The problem with including games in which one can 'die' is that they take much longer to learn. Suppose the agent the first time it plays the game happens to 'die', and now it only experiences a steady stream of 1,1,1,1,1... (low rewards). Nothing it does changes its future rewards, so exploration (trying different moves) is penalized. Dying on the first move might look like a good strategy!
Imagine if the rules looked like this: die~>1,1,1,1,...; not-die~>either -1 or +10. If the agent first tried out die, saw the +1 rewards, then the next game chose not-die and got -1, it may permanently start exploring down the die branch. An agent might eventually go back and try the not-die route and finally discover the +10, but this would take a while and is at odds with the idea of a reasonably quickly administered IQ test. Better to exclude such tests and switch to a more complex one.
Yes, now that I think about it, I guess their formalism tends towards incredibly low-signal environments where the actions are primarily simple "tokens" that can be named suggestively but aren't capable of actually revealing the data needed for the kind of sophistication I'm thinking of. That is, The environment is generally incapable of displaying an environmental tag that would suggest "novel action X (unlike novel actions Y or Z) could be dramatic and irreversible".

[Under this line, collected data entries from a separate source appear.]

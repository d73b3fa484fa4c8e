"""Interval files of several accounts, meters or fuels: split, never added up.

Invented files; expected sums are counted by hand (24 readings a day).  Where an account is also
read from a file of its own, the two must agree to the letter.
"""

from __future__ import annotations

from collections.abc import Sequence
from pathlib import Path

import pytest
from hypothesis import HealthCheck, given, settings
from hypothesis import strategies as st

from normalize.bills.accounts import FileAccounts, read_accounts
from normalize.bills.periods import Bills
from normalize.bills.read import read_bills
from normalize.errors import AmbiguousBills, NormalizeError, UnreadableBills

pytestmark = pytest.mark.kernel

STAMPS = [f"2023-01-{d} {h:02}:00" for d in (13, 14) for h in range(24)]
ONE, TWO = "7000112233", "7000445566"


def written(folder: Path, lines: Sequence[str]) -> Path:
    file = folder / "intervals.csv"
    file.write_text("\n".join(lines) + "\n")
    return file


def uses(found: FileAccounts) -> dict[str, list[float]]:
    return {a.label: a.bills.periods.use.tolist() if a.bills else [] for a in found.accounts}


def interleaved(head: str = "Account,Timestamp,kWh") -> list[str]:
    return [head, *(f"{a},{t},{u}" for t in STAMPS for a, u in ((ONE, 0.5), (TWO, 2)))]


def test_accounts_on_lines_in_turn(tmp_path: Path) -> None:
    file = written(tmp_path, interleaved())
    found = read_accounts(file)
    assert uses(found) == {"…2233": [12.0, 12.0], "…5566": [48.0, 48.0]}
    assert [a.choice for a in found.accounts] == [{"rows": "2233"}, {"rows": "5566"}]
    assert [a.lines for a in found.accounts] == [48, 48]
    assert [[r.line for r in b.rows] for b in found.bills] == [[2, 50], [3, 51]]
    for choice, bills in zip(("2233", "5566"), found.bills, strict=True):
        alone = read_bills(file, rows=choice)
        assert alone.periods.use.tolist() == bills.periods.use.tolist()
        assert alone.ledger == bills.ledger
    assert ONE not in repr(found) + " ".join(t for b in found.bills for t in b.reading)


def test_the_question_lists_every_account(tmp_path: Path) -> None:
    file = written(tmp_path, interleaved())
    with pytest.raises(AmbiguousBills, match='rows = "2233" or rows = "5566"') as asked:
        read_bills(file)
    assert ONE not in str(asked.value)
    with pytest.raises(UnreadableBills, match="no line belongs"):
        read_bills(file, rows="9999")


def test_a_wide_file_of_two_meters(tmp_path: Path) -> None:
    head = ",".join(["Meter", "Date", *(f"{h:02}:00 kWh" for h in range(24))])
    lines = [",".join([m, f"2023-01-{d}", *[u] * 24]) for d in (13, 14) for m, u in
             (("M1", "0.5"), ("M2", "2"))]  # fmt: skip
    found = read_accounts(written(tmp_path, [head, *lines]))
    assert uses(found) == {"M1": [12.0, 12.0], "M2": [48.0, 48.0]}
    assert [[r.line for r in b.rows] for b in found.bills] == [[2, 4], [3, 5]]


def test_fuels_of_one_account(tmp_path: Path) -> None:
    lines = ["Type,Timestamp,Usage,Unit"]
    for t in STAMPS:
        lines += [f"Electric usage,{t},0.5,kWh", f"Natural gas usage,{t},0.25,therms",
                  f"Water usage,{t},7,gal"]  # fmt: skip
    file = written(tmp_path, lines)
    found = read_accounts(file)
    assert uses(found) == {"electricity": [12.0, 12.0], "natural gas": [6.0, 6.0]}
    assert [(b.fuel, b.unit) for b in found.bills] == [
        ("electricity", "kWh"),
        ("natural gas", "therm"),
    ]
    (water,) = found.nobodys
    assert water.line == 4
    assert "'Water usage' is no fuel" in water.note
    assert "48 such lines" in water.note
    assert read_bills(file, fuel="natural gas").periods.use.tolist() == [6.0, 6.0]
    with pytest.raises(AmbiguousBills, match='fuel = "electricity" or fuel = "natural gas"'):
        read_bills(file)


def test_each_account_has_its_own_interval_and_unit(tmp_path: Path) -> None:
    quarters = [f"{t[:-2]}{m:02}" for t in STAMPS for m in (0, 15, 30, 45)]
    lines = ["Account,Timestamp,Usage,Unit", *(f"A1,{t},0.5,kWh" for t in STAMPS),
             *(f"B2,{t},250,Wh" for t in quarters)]  # fmt: skip
    found = read_accounts(written(tmp_path, lines))
    assert [(b.unit, b.periods.use.tolist()) for b in found.bills] == [
        ("kWh", [12.0, 12.0]), ("Wh", [24_000.0, 24_000.0]),
    ]  # fmt: skip
    assert all(not b.cautions for b in found.bills)


def test_an_account_that_cannot_be_read_ends_nothing(tmp_path: Path) -> None:
    lines = [*interleaved(), *(f"B9,{t},much" for t in STAMPS), f",{STAMPS[0]},9"]
    found = read_accounts(written(tmp_path, lines))
    assert uses(found) == {"…2233": [12.0, 12.0], "…5566": [48.0, 48.0], "B9": []}
    assert found.accounts[2].problem
    assert [(e.line, e.fate) for e in found.nobodys] == [(146, "left out")]
    assert "does not say whose" in found.nobodys[0].note


def test_the_order_of_dates_is_settled_by_the_whole_file(tmp_path: Path) -> None:
    """B2 has readings of early days only, which alone could be read both ways."""
    lines = ["Account,Timestamp,kWh"]
    lines += [f"A1,1/{d}/2023 {h}:00,0.5" for d in range(1, 28) for h in range(24)]
    lines += [f"B2,1/{d}/2023 {h}:00,2" for d in (3, 4) for h in range(24)]
    found = read_accounts(written(tmp_path, lines))
    assert uses(found)["B2"] == [48.0, 48.0]


def test_one_account_in_a_column_is_no_question(tmp_path: Path) -> None:
    file = written(tmp_path, [interleaved()[0], *(f"{ONE},{t},0.5" for t in STAMPS), "Total,,24"])
    assert read_bills(file).periods.use.tolist() == [12.0, 12.0]
    found = read_accounts(file)
    assert found.bills[0].periods.use.tolist() == [12.0, 12.0]
    assert read_bills(file, rows="2233").periods.use.tolist() == [12.0, 12.0]


SHARED = [HealthCheck.function_scoped_fixture]


@settings(max_examples=25, deadline=None, suppress_health_check=SHARED)
@given(
    st.lists(
        st.tuples(
            st.sampled_from(["A1", "B2", "C3", ""]), st.integers(0, 47), st.integers(0, 999)
        ),
        min_size=60, max_size=160,
    )
)  # fmt: skip
def test_each_account_is_as_in_a_file_of_its_own(
    tmp_path: Path, lines: list[tuple[str, int, int]]
) -> None:
    """Whatever the lines, in whatever order: nothing of one account reaches another."""

    def read(some: list[tuple[str, int, int]]) -> dict[str, list[tuple[int, float]] | str]:
        body = [f"{a},{STAMPS[t]},{u}" for a, t, u in some]
        file = written(tmp_path, ["Account,Timestamp,kWh", *body])
        try:
            found = read_accounts(file, interval_times="start")
        except NormalizeError as err:
            return {"": type(err).__name__}
        return {a.full_name: _rows(a.bills) if a.bills else "" for a in found.accounts}

    whole = read(lines)
    for name in {a for a, _, _ in lines} - {""}:
        if name in whole:
            (alone,) = read([line for line in lines if line[0] == name]).values()
            refused = isinstance(alone, str) and isinstance(whole[name], str)
            assert refused or alone == whole[name]


def _rows(bills: Bills) -> list[tuple[int, float]]:
    return [(int(r.start or 0), round(float(r.use or 0), 9)) for r in bills.rows]
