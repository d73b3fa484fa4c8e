"""Files made to hurt, generated, for tests and for the measurement in tests/prove/bills_hostile.py.

Each maker writes one file; what must happen is a clear error or an ordinary answer, in bounded
time and memory.
"""

from __future__ import annotations

import io
import zipfile
from collections.abc import Callable
from pathlib import Path

from tests.bills.espi_makers import DAY, HEAD, JAN, gas, reading

BODY = "2023-01-05,2023-02-06,81\n2023-02-06,2023-03-07,70.5\n"
TABLE = "Start,End,Therms\n" + BODY
BOMB = (
    "<!DOCTYPE feed ["
    + '<!ENTITY a0 "aaaaaaaaaa">'
    + "".join(f'<!ENTITY a{k + 1} "{f"&a{k};" * 10}">' for k in range(9))
    + "]>"
)
ABSURD = ("nan", "inf", "1e308", "9" * 400)
SHEET = '<worksheet xmlns="http://schemas.openxmlformats.org/spreadsheetml/2006/main"><sheetData>'


def workbook(**parts: bytes) -> bytes:
    """An XLSX from openpyxl with some parts replaced or added. parts : name → bytes."""
    from openpyxl import Workbook

    book = Workbook()
    sheet = book.active
    assert sheet is not None
    for line in TABLE.splitlines():
        sheet.append(line.split(","))
    packed = io.BytesIO()
    book.save(packed)
    out = io.BytesIO()
    new = dict(parts)
    with (
        zipfile.ZipFile(packed) as old,
        zipfile.ZipFile(out, "w", zipfile.ZIP_DEFLATED) as zipped,
    ):
        for name in old.namelist():
            zipped.writestr(name, new.pop(name, old.read(name)))
        for name, data in new.items():
            zipped.writestr(name, data)
    return out.getvalue()


def _sparse(path: Path, size: int, head: bytes = b"") -> None:
    with path.open("wb") as stream:
        stream.write(head)
        stream.truncate(size)


def gigabyte_line(path: Path) -> None:
    """One line of a gigabyte, written sparsely: its bytes are NUL, its size is real."""
    _sparse(path, 1_000_000_000, b"Start,End,Therms\n")


def long_line(path: Path) -> None:
    """One line just under the limit of a file's size."""
    path.write_bytes(b"Start,End,Therms\n" + b"7" * 99_000_000)


MAKERS: dict[str, Callable[[Path], None]] = {
    "entity bomb (ten to the ninth)": lambda p: p.write_text(BOMB + "<feed>&a9;</feed>") and None,
    "entity bomb behind a declaration, UTF-16": lambda p: (
        p.write_bytes(
            (HEAD.replace("UTF-8", "UTF-16") + BOMB + "<feed>&a9;</feed>").encode("utf-16")
        )
        and None
    ),
    "quadratic entity": lambda p: (
        p.write_text(f'<!DOCTYPE f [<!ENTITY a "{"a" * 100_000}">]><f>{"&a;" * 100_000}</f>')
        and None
    ),
    "external entity": lambda p: (
        p.write_text('<!DOCTYPE f [<!ENTITY a SYSTEM "file:///etc/passwd">]><f>&a;</f>') and None
    ),
    "document type far behind a comment": lambda p: (
        p.write_text(HEAD + f"<!--{'x' * 200_000}-->" + BOMB + "<feed>&a9;</feed>") and None
    ),
    "XML nested 100,000 deep": lambda p: p.write_text("<a>" * 100_000) and None,
    "XML of 300,000 daily readings": lambda p: (
        p.write_text(gas([reading(JAN + DAY * k, DAY, 1) for k in range(300_000)])) and None
    ),
    "XML values nan, inf, 1e308": lambda p: (
        p.write_text(gas([reading(JAN + DAY * k, DAY, v) for k, v in enumerate(ABSURD)])) and None
    ),
    "workbook: a part of 190 MB of spaces": lambda p: (
        p.write_bytes(workbook(**{"xl/worksheets/sheet1.xml": SHEET.encode() + b" " * 190_000_000}))
        and None
    ),
    "workbook: entities in a sheet": lambda p: (
        p.write_bytes(
            workbook(
                **{"xl/worksheets/sheet1.xml": (BOMB + "<worksheet>&a9;</worksheet>").encode()}
            )
        )
        and None
    ),
    "workbook: a name that leads out": lambda p: (
        p.write_bytes(workbook(**{"../evil.xml": b"x"})) and None
    ),
    "workbook: an archive inside": lambda p: (
        p.write_bytes(workbook(**{"xl/inner.zip": workbook()})) and None
    ),
    "workbook: 16,384 columns": lambda p: (
        p.write_bytes(
            workbook(
                **{
                    "xl/worksheets/sheet1.xml": (
                        SHEET
                        + '<row r="1">'
                        + "".join("<c><v>1</v></c>" for _ in range(16_384))
                        + "</row></sheetData></worksheet>"
                    ).encode()
                }
            )
        )
        and None
    ),
    "workbook: a row number of a million": lambda p: (
        p.write_bytes(
            workbook(
                **{
                    "xl/worksheets/sheet1.xml": (
                        SHEET + '<row r="1048576"><c r="A1048576"><v>1</v></c></row></sheetData>'
                        "</worksheet>"
                    ).encode()
                }
            )
        )
        and None
    ),
    "a million columns": lambda p: (
        p.write_text("Start,End,Therms" + ",x" * 1_000_000 + "\n" + BODY) and None
    ),
    "a million columns below the header": lambda p: p.write_text(TABLE + "1," * 1_000_000) and None,
    "one line of 1 GB": gigabyte_line,
    "one line of 99 MB": long_line,
    "a quotation mark that never closes, 20 MB": lambda p: (
        p.write_text('Start,End,Therms\n"' + BODY * 400_000) and None
    ),
    "20 million empty lines": lambda p: p.write_text(TABLE + "\n" * 20_000_000) and None,
    "interval file of 2 million broken lines": lambda p: (
        p.write_text(
            "Timestamp,kWh\n"
            + "".join(f"2023-01-13 {h:02}:00,0.5\n" for h in range(24))
            + "x:y,\n" * 2_000_000
        )
        and None
    ),
    "interval file across all years": lambda p: (
        p.write_text(
            "Timestamp,kWh\n"
            + "".join(f"2023-01-13 {h:02}:00,0.5\n" for h in range(24))
            + "0001-01-01 00:00,1\n9999-12-31 00:00,1\n1900-01-01 00:00,1\n2099-12-31 00:00,1\n"
        )
        and None
    ),
    "interval file of nan, inf, 1e308": lambda p: (
        p.write_text(
            "Timestamp,kWh\n"
            + "".join(
                f"2023-01-13 {h:02}:00,{v}\n"
                for h, v in enumerate(["nan", "inf", "-inf", "1e308", "9" * 400, "1e-320"] * 4)
            )
        )
        and None
    ),
    "formulas as text": lambda p: (
        p.write_text(
            "Start,End,Therms,Notes\n2023-01-05,2023-02-06,=1+1,=cmd()\n"
            "2023-02-06,2023-03-07,+70.5,@SUM(A1)\n"
        )
        and None
    ),
    "nan, inf and 1e308": lambda p: (
        p.write_text(
            "Start,End,Therms\n2023-01-05,2023-02-06,nan\n2023-02-06,2023-03-07,inf\n"
            "2023-03-07,2023-04-06,1e308\n2023-04-06,2023-05-06," + "9" * 400 + "\n"
        )
        and None
    ),
    "years 1 and 9999": lambda p: (
        p.write_text("Start,End,Therms\n0001-01-01,0001-02-01,81\n9999-11-30,9999-12-31,70.5\n")
        and None
    ),
    "NUL bytes": lambda p: p.write_bytes(TABLE.replace("81", "8\0001").encode()) and None,
    "NUL bytes only": lambda p: p.write_bytes(b"\0" * 10_000) and None,
    "random bytes": lambda p: (
        p.write_bytes(bytes((k * 7919 + k * k) % 256 for k in range(50_000))) and None
    ),
}
# These have an ordinary answer: what is bad in them is left out and told.
READABLE = {
    "formulas as text",
    "interval file of 2 million broken lines",
    "interval file across all years",
}
SLOW = {"one line of 99 MB", "XML of 300,000 daily readings", "20 million empty lines"}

The only way to acquire such insight in a totally "from scratch" game context is to gain experience of having "died" after choosing X (probably several times), or else by having substantially richer environment cues than is normal for systems like this, where concepts like "reversibility" and "predictors of payoff size" could be worked out in trivial contexts and then correctly applied to more significant contexts later on, based on environmental cues that allow the model-based inference of both potential irreversibility and great importance in moderately novel situations.
Legg and Joel Veness have been working on a similar idea: http://www.vetta.org/2011/11/aiq/ But their approach, unsurprisingly, differs. From section 5 discussing OP and earlier approaches:
See Kaj's more recent list of articles: http://lesswrong.com/lw/h4x/intelligence_metrics_and_decision_theories/8ptd
It seems as though they are trying to take credit for Shane Legg's moves.
If you read the paper, I believe Legg is credited a number of times as are Hutter and Schmidhuber.